◆ **Goal of the exercise**
Quote all of the data below exactly, please.

===== Extracted material =====

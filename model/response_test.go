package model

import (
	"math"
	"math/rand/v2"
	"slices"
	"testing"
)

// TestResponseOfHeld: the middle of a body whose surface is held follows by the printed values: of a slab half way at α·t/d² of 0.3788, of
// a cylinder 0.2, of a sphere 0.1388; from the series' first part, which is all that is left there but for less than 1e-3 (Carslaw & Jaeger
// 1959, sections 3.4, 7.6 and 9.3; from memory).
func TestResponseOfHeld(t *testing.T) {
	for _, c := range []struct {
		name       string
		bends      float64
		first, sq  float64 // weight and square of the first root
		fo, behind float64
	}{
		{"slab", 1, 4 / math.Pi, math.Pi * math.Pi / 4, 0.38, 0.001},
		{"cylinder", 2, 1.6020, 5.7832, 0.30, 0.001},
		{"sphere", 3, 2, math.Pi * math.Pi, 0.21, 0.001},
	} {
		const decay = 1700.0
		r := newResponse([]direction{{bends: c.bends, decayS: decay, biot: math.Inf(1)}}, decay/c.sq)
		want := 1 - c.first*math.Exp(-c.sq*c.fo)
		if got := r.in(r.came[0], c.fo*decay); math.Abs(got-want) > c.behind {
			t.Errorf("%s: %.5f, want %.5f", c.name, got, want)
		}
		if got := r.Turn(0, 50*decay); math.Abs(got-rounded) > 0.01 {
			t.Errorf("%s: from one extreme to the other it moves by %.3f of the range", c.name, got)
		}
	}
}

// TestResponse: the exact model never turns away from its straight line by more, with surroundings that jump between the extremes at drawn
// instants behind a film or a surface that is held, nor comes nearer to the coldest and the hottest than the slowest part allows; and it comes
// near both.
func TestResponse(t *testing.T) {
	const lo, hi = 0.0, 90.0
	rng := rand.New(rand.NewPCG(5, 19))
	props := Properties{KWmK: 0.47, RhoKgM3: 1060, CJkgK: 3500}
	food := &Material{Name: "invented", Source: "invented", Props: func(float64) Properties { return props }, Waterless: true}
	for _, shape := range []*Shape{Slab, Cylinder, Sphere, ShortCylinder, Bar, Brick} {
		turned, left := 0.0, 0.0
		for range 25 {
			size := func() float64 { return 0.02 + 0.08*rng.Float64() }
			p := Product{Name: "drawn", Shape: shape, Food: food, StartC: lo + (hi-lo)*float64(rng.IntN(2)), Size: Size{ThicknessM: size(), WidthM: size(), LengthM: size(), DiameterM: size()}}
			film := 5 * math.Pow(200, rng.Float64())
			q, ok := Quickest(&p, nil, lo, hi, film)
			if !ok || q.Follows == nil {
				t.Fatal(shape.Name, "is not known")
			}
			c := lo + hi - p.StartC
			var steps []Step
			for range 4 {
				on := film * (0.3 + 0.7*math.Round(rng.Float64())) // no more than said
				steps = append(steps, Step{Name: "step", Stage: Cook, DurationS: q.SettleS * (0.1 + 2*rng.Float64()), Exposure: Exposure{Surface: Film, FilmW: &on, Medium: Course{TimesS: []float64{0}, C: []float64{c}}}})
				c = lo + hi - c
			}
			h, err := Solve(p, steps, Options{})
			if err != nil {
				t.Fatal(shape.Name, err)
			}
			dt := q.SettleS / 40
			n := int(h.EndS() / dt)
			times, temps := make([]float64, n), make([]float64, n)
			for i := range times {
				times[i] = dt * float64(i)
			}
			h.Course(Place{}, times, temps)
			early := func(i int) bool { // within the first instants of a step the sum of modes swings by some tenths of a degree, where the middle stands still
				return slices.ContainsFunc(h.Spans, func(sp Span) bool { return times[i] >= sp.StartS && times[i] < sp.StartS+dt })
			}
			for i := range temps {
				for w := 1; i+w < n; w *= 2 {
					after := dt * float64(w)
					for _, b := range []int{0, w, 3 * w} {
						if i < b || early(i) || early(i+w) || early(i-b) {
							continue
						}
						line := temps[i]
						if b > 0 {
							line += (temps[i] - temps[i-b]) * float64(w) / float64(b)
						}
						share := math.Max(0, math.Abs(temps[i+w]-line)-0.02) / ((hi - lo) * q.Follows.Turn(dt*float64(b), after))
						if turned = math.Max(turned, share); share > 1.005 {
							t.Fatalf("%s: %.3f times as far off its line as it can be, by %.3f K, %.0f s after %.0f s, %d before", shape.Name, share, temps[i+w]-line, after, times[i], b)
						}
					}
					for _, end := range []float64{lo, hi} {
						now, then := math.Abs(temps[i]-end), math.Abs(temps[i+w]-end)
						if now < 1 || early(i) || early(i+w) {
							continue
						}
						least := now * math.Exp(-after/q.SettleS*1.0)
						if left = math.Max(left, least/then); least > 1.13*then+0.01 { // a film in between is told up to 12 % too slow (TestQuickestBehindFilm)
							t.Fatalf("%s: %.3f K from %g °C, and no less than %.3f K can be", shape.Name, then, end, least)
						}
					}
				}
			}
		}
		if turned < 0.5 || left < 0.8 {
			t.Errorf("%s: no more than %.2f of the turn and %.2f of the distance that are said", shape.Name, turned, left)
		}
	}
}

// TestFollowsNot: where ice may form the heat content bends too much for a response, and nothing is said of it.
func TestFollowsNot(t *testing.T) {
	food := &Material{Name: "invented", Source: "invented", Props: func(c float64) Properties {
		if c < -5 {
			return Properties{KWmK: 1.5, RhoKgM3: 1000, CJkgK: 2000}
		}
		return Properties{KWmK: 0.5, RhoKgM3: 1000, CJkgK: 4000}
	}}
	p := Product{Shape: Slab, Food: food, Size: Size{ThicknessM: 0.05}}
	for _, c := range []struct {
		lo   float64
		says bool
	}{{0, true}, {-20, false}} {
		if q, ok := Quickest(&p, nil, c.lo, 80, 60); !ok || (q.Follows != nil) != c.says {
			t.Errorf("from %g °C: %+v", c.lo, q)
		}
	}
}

=====

◆ **Problem solution**
filename model/response_test.go
package model

import (
	"math"
	"math/rand/v2"
	"slices"
	"testing"
)

// TestResponseOfHeld: the middle of a body whose surface is held follows by the printed values: of a slab half way at α·t/d² of 0.3788, of
// a cylinder 0.2, of a sphere 0.1388; from the series' first part, which is all that is left there but for less than 1e-3 (Carslaw & Jaeger
// 1959, sections 3.4, 7.6 and 9.3; from memory).
func TestResponseOfHeld(t *testing.T) {
	for _, c := range []struct {
		name       string
		bends      float64
		first, sq  float64 // weight and square of the first root
		fo, behind float64
	}{
		{"slab", 1, 4 / math.Pi, math.Pi * math.Pi / 4, 0.38, 0.001},
		{"cylinder", 2, 1.6020, 5.7832, 0.30, 0.001},
		{"sphere", 3, 2, math.Pi * math.Pi, 0.21, 0.001},
	} {
		const decay = 1700.0
		r := newResponse([]direction{{bends: c.bends, decayS: decay, biot: math.Inf(1)}}, decay/c.sq)
		want := 1 - c.first*math.Exp(-c.sq*c.fo)
		if got := r.in(r.came[0], c.fo*decay); math.Abs(got-want) > c.behind {
			t.Errorf("%s: %.5f, want %.5f", c.name, got, want)
		}
		if got := r.Turn(0, 50*decay); math.Abs(got-rounded) > 0.01 {
			t.Errorf("%s: from one extreme to the other it moves by %.3f of the range", c.name, got)
		}
	}
}

// TestResponse: the exact model never turns away from its straight line by more, with surroundings that jump between the extremes at drawn
// instants behind a film or a surface that is held, nor comes nearer to the coldest and the hottest than the slowest part allows; and it comes
// near both.
func TestResponse(t *testing.T) {
	const lo, hi = 0.0, 90.0
	rng := rand.New(rand.NewPCG(5, 19))
	props := Properties{KWmK: 0.47, RhoKgM3: 1060, CJkgK: 3500}
	food := &Material{Name: "invented", Source: "invented", Props: func(float64) Properties { return props }, Waterless: true}
	for _, shape := range []*Shape{Slab, Cylinder, Sphere, ShortCylinder, Bar, Brick} {
		turned, left := 0.0, 0.0
		for range 25 {
			size := func() float64 { return 0.02 + 0.08*rng.Float64() }
			p := Product{Name: "drawn", Shape: shape, Food: food, StartC: lo + (hi-lo)*float64(rng.IntN(2)), Size: Size{ThicknessM: size(), WidthM: size(), LengthM: size(), DiameterM: size()}}
			film := 5 * math.Pow(200, rng.Float64())
			q, ok := Quickest(&p, nil, lo, hi, film)
			if !ok || q.Follows == nil {
				t.Fatal(shape.Name, "is not known")
			}
			c := lo + hi - p.StartC
			var steps []Step
			for range 4 {
				on := film * (0.3 + 0.7*math.Round(rng.Float64())) // no more than said
				steps = append(steps, Step{Name: "step", Stage: Cook, DurationS: q.SettleS * (0.1 + 2*rng.Float64()), Exposure: Exposure{Surface: Film, FilmW: &on, Medium: Course{TimesS: []float64{0}, C: []float64{c}}}})
				c = lo + hi - c
			}
			h, err := Solve(p, steps, Options{})
			if err != nil {
				t.Fatal(shape.Name, err)
			}
			dt := q.SettleS / 40
			n := int(h.EndS() / dt)
			times, temps := make([]float64, n), make([]float64, n)
			for i := range times {
				times[i] = dt * float64(i)
			}
			h.Course(Place{}, times, temps)
			early := func(i int) bool { // within the first instants of a step the sum of modes swings by some tenths of a degree, where the middle stands still
				return slices.ContainsFunc(h.Spans, func(sp Span) bool { return times[i] >= sp.StartS && times[i] < sp.StartS+dt })
			}
			for i := range temps {
				for w := 1; i+w < n; w *= 2 {
					after := dt * float64(w)
					for _, b := range []int{0, w, 3 * w} {
						if i < b || early(i) || early(i+w) || early(i-b) {
							continue
						}
						line := temps[i]
						if b > 0 {
							line += (temps[i] - temps[i-b]) * float64(w) / float64(b)
						}
						share := math.Max(0, math.Abs(temps[i+w]-line)-0.02) / ((hi - lo) * q.Follows.Turn(dt*float64(b), after))
						if turned = math.Max(turned, share); share > 1.005 {
							t.Fatalf("%s: %.3f times as far off its line as it can be, by %.3f K, %.0f s after %.0f s, %d before", shape.Name, share, temps[i+w]-line, after, times[i], b)
						}
					}
					for _, end := range []float64{lo, hi} {
						now, then := math.Abs(temps[i]-end), math.Abs(temps[i+w]-end)
						if now < 1 || early(i) || early(i+w) {
							continue
						}
						least := now * math.Exp(-after/q.SettleS*1.0)
						if left = math.Max(left, least/then); least > 1.13*then+0.01 { // a film in between is told up to 12 % too slow (TestQuickestBehindFilm)
							t.Fatalf("%s: %.3f K from %g °C, and no less than %.3f K can be", shape.Name, then, end, least)
						}
					}
				}
			}
		}
		if turned < 0.5 || left < 0.8 {
			t.Errorf("%s: no more than %.2f of the turn and %.2f of the distance that are said", shape.Name, turned, left)
		}
	}
}

// TestFollowsNot: where ice may form the heat content bends too much for a response, and nothing is said of it.
func TestFollowsNot(t *testing.T) {
	food := &Material{Name: "invented", Source: "invented", Props: func(c float64) Properties {
		if c < -5 {
			return Properties{KWmK: 1.5, RhoKgM3: 1000, CJkgK: 2000}
		}
		return Properties{KWmK: 0.5, RhoKgM3: 1000, CJkgK: 4000}
	}}
	p := Product{Shape: Slab, Food: food, Size: Size{ThicknessM: 0.05}}
	for _, c := range []struct {
		lo   float64
		says bool
	}{{0, true}, {-20, false}} {
		if q, ok := Quickest(&p, nil, c.lo, 80, 60); !ok || (q.Follows != nil) != c.says {
			t.Errorf("from %g °C: %+v", c.lo, q)
		}
	}
}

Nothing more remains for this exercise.